═════ AVAILABLE DATA ═════

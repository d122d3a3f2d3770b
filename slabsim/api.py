"""The front door: everything the commands do, from Python.

    from slabsim import api

    stack = api.read_stack("window.toml")
    response = api.solve(stack, [30e9, 35e9], [0.0, 45.0])      # complex r, t and powers R, T, A
    api.sweep(stack, "window.h5")                               # the map
    bands = api.find_bands(stack, angles_deg=[0, 30, 60])       # pass bands
    comparison = api.compare_models(stack)                      # local against nonlocal
    lost = api.absorbed_by_element(stack, 30e9, 45.0, "TM")     # power lost in each layer

Conventions (time factor exp(-i w t), amplitudes, signs) are stated in `slabsim.engine`. Frequencies are in Hz, angles
in degrees.
"""

from __future__ import annotations

import os
from pathlib import Path
from typing import Any

import numpy as np

from slabsim.analyses.comparison import Comparison, compare_models
from slabsim.analyses.description import Description, describe_stack
from slabsim.analyses.passbands import Band, BandList, Level, find_bands, read_level
from slabsim.analyses.tracking import Track, follow_bands
from slabsim.engine.fields import absorbed_by_element
from slabsim.engine.response import Response, Solver
from slabsim.errors import (
    InputError,
    MapError,
    MaterialError,
    SlabsimError,
    StackError,
    SweepInterrupted,
    UnitError,
)
from slabsim.report.figures import map_figure
from slabsim.stack.reader import parse_stack, read_stack
from slabsim.stack.sample import Model, Polarization, Stack
from slabsim.stack.schema import stack_schema
from slabsim.store.comparison import Field, write_comparison
from slabsim.store.reader import SweepMap, open_map
from slabsim.sweeps.report import SweepReport
from slabsim.sweeps.run import run_sweep

__all__ = [
    "Band",
    "BandList",
    "Comparison",
    "Description",
    "InputError",
    "Level",
    "MapError",
    "MaterialError",
    "Response",
    "SlabsimError",
    "Solver",
    "Stack",
    "StackError",
    "SweepInterrupted",
    "SweepMap",
    "SweepReport",
    "Track",
    "UnitError",
    "absorbed_by_element",
    "compare_models",
    "describe_stack",
    "draw_comparison",
    "draw_map",
    "find_bands",
    "follow_bands",
    "is_map",
    "load_stack",
    "open_map",
    "parse_stack",
    "read_level",
    "read_stack",
    "solve",
    "stack_schema",
    "store_comparison",
    "sweep",
]

_SIGNATURE = b"\x89HDF\r\n\x1a\n"
_DATASETS = {"T": "transmittance", "R": "reflectance", "A": "absorptance"}


def solve(
    stack: Stack,
    frequencies: np.ndarray | float,
    angles_deg: np.ndarray | float,
    model: Model | None = None,
    polarizations: tuple[Polarization, ...] | None = None,
) -> Response:
    """Amplitudes and powers on any grid of frequencies [Hz] and angles [degrees]; see `Solver.solve`."""
    return Solver(stack, model, polarizations).solve(frequencies, angles_deg)


def sweep(stack: Stack, path: str | os.PathLike[str], **options: Any) -> SweepReport:
    """Compute the sweep of a stack into a map; options as in `slabsim.sweeps.run.run_sweep`."""
    return run_sweep(stack, path, **options)


def is_map(path: str | os.PathLike[str]) -> bool:
    """Whether a file is HDF5, by its first bytes."""
    try:
        with open(path, "rb") as file:
            return file.read(len(_SIGNATURE)) == _SIGNATURE
    except OSError:
        return False


def load_stack(path: str | os.PathLike[str]) -> Stack:
    """The stack of a stack file, or the one that a map was computed from.

    Raises
    ------
    StackError, MapError
        If the file cannot be read as what it is.
    """
    if not is_map(path) and Path(path).suffix != ".h5":
        return read_stack(Path(path))
    with open_map(path) as found:
        return parse_stack(found.stack_text, Path(path).parent, found.file_name, found.tables)


def draw_map(
    map_path: str | os.PathLike[str],
    figure_path: str | os.PathLike[str],
    quantity: str | None = None,
    cut_angles_deg: list[float] | None = None,
) -> None:
    """Draw one quantity of a map as heat maps and line cuts.

    Parameters
    ----------
    map_path, figure_path : path
        The map; the figure, .png, .svg or .pdf.
    quantity : {"T", "R", "A"}, optional
        Default: transmittance; absorptance where there is none.
    cut_angles_deg : list of float, optional
        Angles of the cuts [degrees].

    Raises
    ------
    InputError
        If the map does not hold the quantity.
    """
    stack = load_stack(map_path)
    with open_map(map_path) as found:
        quantity = quantity or ("T" if "transmittance" in found.quantities else "A")
        name = _DATASETS.get(quantity, quantity)
        if name not in found.quantities:
            raise InputError(f"{map_path}: {_absence(stack, quantity)}")
        panels = [(polarization, found.read(name, polarization)) for polarization in found.polarizations]
        state = "" if found.is_complete else " (unfinished)"
        title = f"{found.title or found.file_name}, {found.model} model{state}"
        unit = stack.sweep.spectral_unit
        map_figure(figure_path, title, found.frequencies, found.angles_deg, panels, unit, name, cut_angles_deg)


def _absence(stack: Stack, quantity: str) -> str:
    if quantity not in _DATASETS:
        return f"quantity {quantity!r}; it must be one of {', '.join(_DATASETS)}"
    if quantity == "T" and stack.back is None:
        return "nothing is transmitted into a perfect conductor; ask for R or A"
    return 'the map keeps amplitudes only; sweep again with store = ["power", "amplitude"]'


def draw_comparison(comparison: Comparison, stack: Stack, figure_path: str | os.PathLike[str]) -> None:
    """Draw the absolute difference of two models, with a line where it equals the tolerance."""
    trusted, other = comparison.models
    map_figure(
        figure_path,
        f"{stack.title or stack.file_name}: {other} against {trusted} model",
        comparison.frequencies,
        comparison.angles_deg,
        list(zip(comparison.polarizations, abs(comparison.difference), strict=True)),
        stack.sweep.spectral_unit,
        f"difference of {_DATASETS[comparison.quantity]}",
        contour=comparison.tolerance,
    )


def store_comparison(comparison: Comparison, map_path: str | os.PathLike[str]) -> None:
    """Store both models' powers and their difference in a map, group /entry/comparison."""
    name, (trusted, other) = _DATASETS[comparison.quantity], comparison.models
    fields = {
        "difference": Field(comparison.difference, f"{name}, {other} minus {trusted} model"),
        f"{name}_{trusted}": Field(comparison.powers[0], f"{name}, {trusted} model"),
        f"{name}_{other}": Field(comparison.powers[1], f"{name}, {other} model"),
    }
    verdicts = {f"verdict_{polarization}": text for polarization, text in comparison.verdicts.items()}
    attributes = {"tolerance": comparison.tolerance, "trusted_model": trusted, "other_model": other}
    write_comparison(map_path, fields, attributes | verdicts)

═════

Each line above is to be set down again verbatim.

repository d122d3a3f2d3770b
filename slabsim/api.py
"""The front door: everything the commands do, from Python.

    from slabsim import api

    stack = api.read_stack("window.toml")
    response = api.solve(stack, [30e9, 35e9], [0.0, 45.0])      # complex r, t and powers R, T, A
    api.sweep(stack, "window.h5")                               # the map
    bands = api.find_bands(stack, angles_deg=[0, 30, 60])       # pass bands
    comparison = api.compare_models(stack)                      # local against nonlocal
    lost = api.absorbed_by_element(stack, 30e9, 45.0, "TM")     # power lost in each layer

Conventions (time factor exp(-i w t), amplitudes, signs) are stated in `slabsim.engine`. Frequencies are in Hz, angles
in degrees.
"""

from __future__ import annotations

import os
from pathlib import Path
from typing import Any

import numpy as np

from slabsim.analyses.comparison import Comparison, compare_models
from slabsim.analyses.description import Description, describe_stack
from slabsim.analyses.passbands import Band, BandList, Level, find_bands, read_level
from slabsim.analyses.tracking import Track, follow_bands
from slabsim.engine.fields import absorbed_by_element
from slabsim.engine.response import Response, Solver
from slabsim.errors import (
    InputError,
    MapError,
    MaterialError,
    SlabsimError,
    StackError,
    SweepInterrupted,
    UnitError,
)
from slabsim.report.figures import map_figure
from slabsim.stack.reader import parse_stack, read_stack
from slabsim.stack.sample import Model, Polarization, Stack
from slabsim.stack.schema import stack_schema
from slabsim.store.comparison import Field, write_comparison
from slabsim.store.reader import SweepMap, open_map
from slabsim.sweeps.report import SweepReport
from slabsim.sweeps.run import run_sweep

__all__ = [
    "Band",
    "BandList",
    "Comparison",
    "Description",
    "InputError",
    "Level",
    "MapError",
    "MaterialError",
    "Response",
    "SlabsimError",
    "Solver",
    "Stack",
    "StackError",
    "SweepInterrupted",
    "SweepMap",
    "SweepReport",
    "Track",
    "UnitError",
    "absorbed_by_element",
    "compare_models",
    "describe_stack",
    "draw_comparison",
    "draw_map",
    "find_bands",
    "follow_bands",
    "is_map",
    "load_stack",
    "open_map",
    "parse_stack",
    "read_level",
    "read_stack",
    "solve",
    "stack_schema",
    "store_comparison",
    "sweep",
]

_SIGNATURE = b"\x89HDF\r\n\x1a\n"
_DATASETS = {"T": "transmittance", "R": "reflectance", "A": "absorptance"}


def solve(
    stack: Stack,
    frequencies: np.ndarray | float,
    angles_deg: np.ndarray | float,
    model: Model | None = None,
    polarizations: tuple[Polarization, ...] | None = None,
) -> Response:
    """Amplitudes and powers on any grid of frequencies [Hz] and angles [degrees]; see `Solver.solve`."""
    return Solver(stack, model, polarizations).solve(frequencies, angles_deg)


def sweep(stack: Stack, path: str | os.PathLike[str], **options: Any) -> SweepReport:
    """Compute the sweep of a stack into a map; options as in `slabsim.sweeps.run.run_sweep`."""
    return run_sweep(stack, path, **options)


def is_map(path: str | os.PathLike[str]) -> bool:
    """Whether a file is HDF5, by its first bytes."""
    try:
        with open(path, "rb") as file:
            return file.read(len(_SIGNATURE)) == _SIGNATURE
    except OSError:
        return False


def load_stack(path: str | os.PathLike[str]) -> Stack:
    """The stack of a stack file, or the one that a map was computed from.

    Raises
    ------
    StackError, MapError
        If the file cannot be read as what it is.
    """
    if not is_map(path) and Path(path).suffix != ".h5":
        return read_stack(Path(path))
    with open_map(path) as found:
        return parse_stack(found.stack_text, Path(path).parent, found.file_name, found.tables)


def draw_map(
    map_path: str | os.PathLike[str],
    figure_path: str | os.PathLike[str],
    quantity: str | None = None,
    cut_angles_deg: list[float] | None = None,
) -> None:
    """Draw one quantity of a map as heat maps and line cuts.

    Parameters
    ----------
    map_path, figure_path : path
        The map; the figure, .png, .svg or .pdf.
    quantity : {"T", "R", "A"}, optional
        Default: transmittance; absorptance where there is none.
    cut_angles_deg : list of float, optional
        Angles of the cuts [degrees].

    Raises
    ------
    InputError
        If the map does not hold the quantity.
    """
    stack = load_stack(map_path)
    with open_map(map_path) as found:
        quantity = quantity or ("T" if "transmittance" in found.quantities else "A")
        name = _DATASETS.get(quantity, quantity)
        if name not in found.quantities:
            raise InputError(f"{map_path}: {_absence(stack, quantity)}")
        panels = [(polarization, found.read(name, polarization)) for polarization in found.polarizations]
        state = "" if found.is_complete else " (unfinished)"
        title = f"{found.title or found.file_name}, {found.model} model{state}"
        unit = stack.sweep.spectral_unit
        map_figure(figure_path, title, found.frequencies, found.angles_deg, panels, unit, name, cut_angles_deg)


def _absence(stack: Stack, quantity: str) -> str:
    if quantity not in _DATASETS:
        return f"quantity {quantity!r}; it must be one of {', '.join(_DATASETS)}"
    if quantity == "T" and stack.back is None:
        return "nothing is transmitted into a perfect conductor; ask for R or A"
    return 'the map keeps amplitudes only; sweep again with store = ["power", "amplitude"]'


def draw_comparison(comparison: Comparison, stack: Stack, figure_path: str | os.PathLike[str]) -> None:
    """Draw the absolute difference of two models, with a line where it equals the tolerance."""
    trusted, other = comparison.models
    map_figure(
        figure_path,
        f"{stack.title or stack.file_name}: {other} against {trusted} model",
        comparison.frequencies,
        comparison.angles_deg,
        list(zip(comparison.polarizations, abs(comparison.difference), strict=True)),
        stack.sweep.spectral_unit,
        f"difference of {_DATASETS[comparison.quantity]}",
        contour=comparison.tolerance,
    )


def store_comparison(comparison: Comparison, map_path: str | os.PathLike[str]) -> None:
    """Store both models' powers and their difference in a map, group /entry/comparison."""
    name, (trusted, other) = _DATASETS[comparison.quantity], comparison.models
    fields = {
        "difference": Field(comparison.difference, f"{name}, {other} minus {trusted} model"),
        f"{name}_{trusted}": Field(comparison.powers[0], f"{name}, {trusted} model"),
        f"{name}_{other}": Field(comparison.powers[1], f"{name}, {other} model"),
    }
    verdicts = {f"verdict_{polarization}": text for polarization, text in comparison.verdicts.items()}
    attributes = {"tolerance": comparison.tolerance, "trusted_model": trusted, "other_model": other}
    write_comparison(map_path, fields, attributes | verdicts)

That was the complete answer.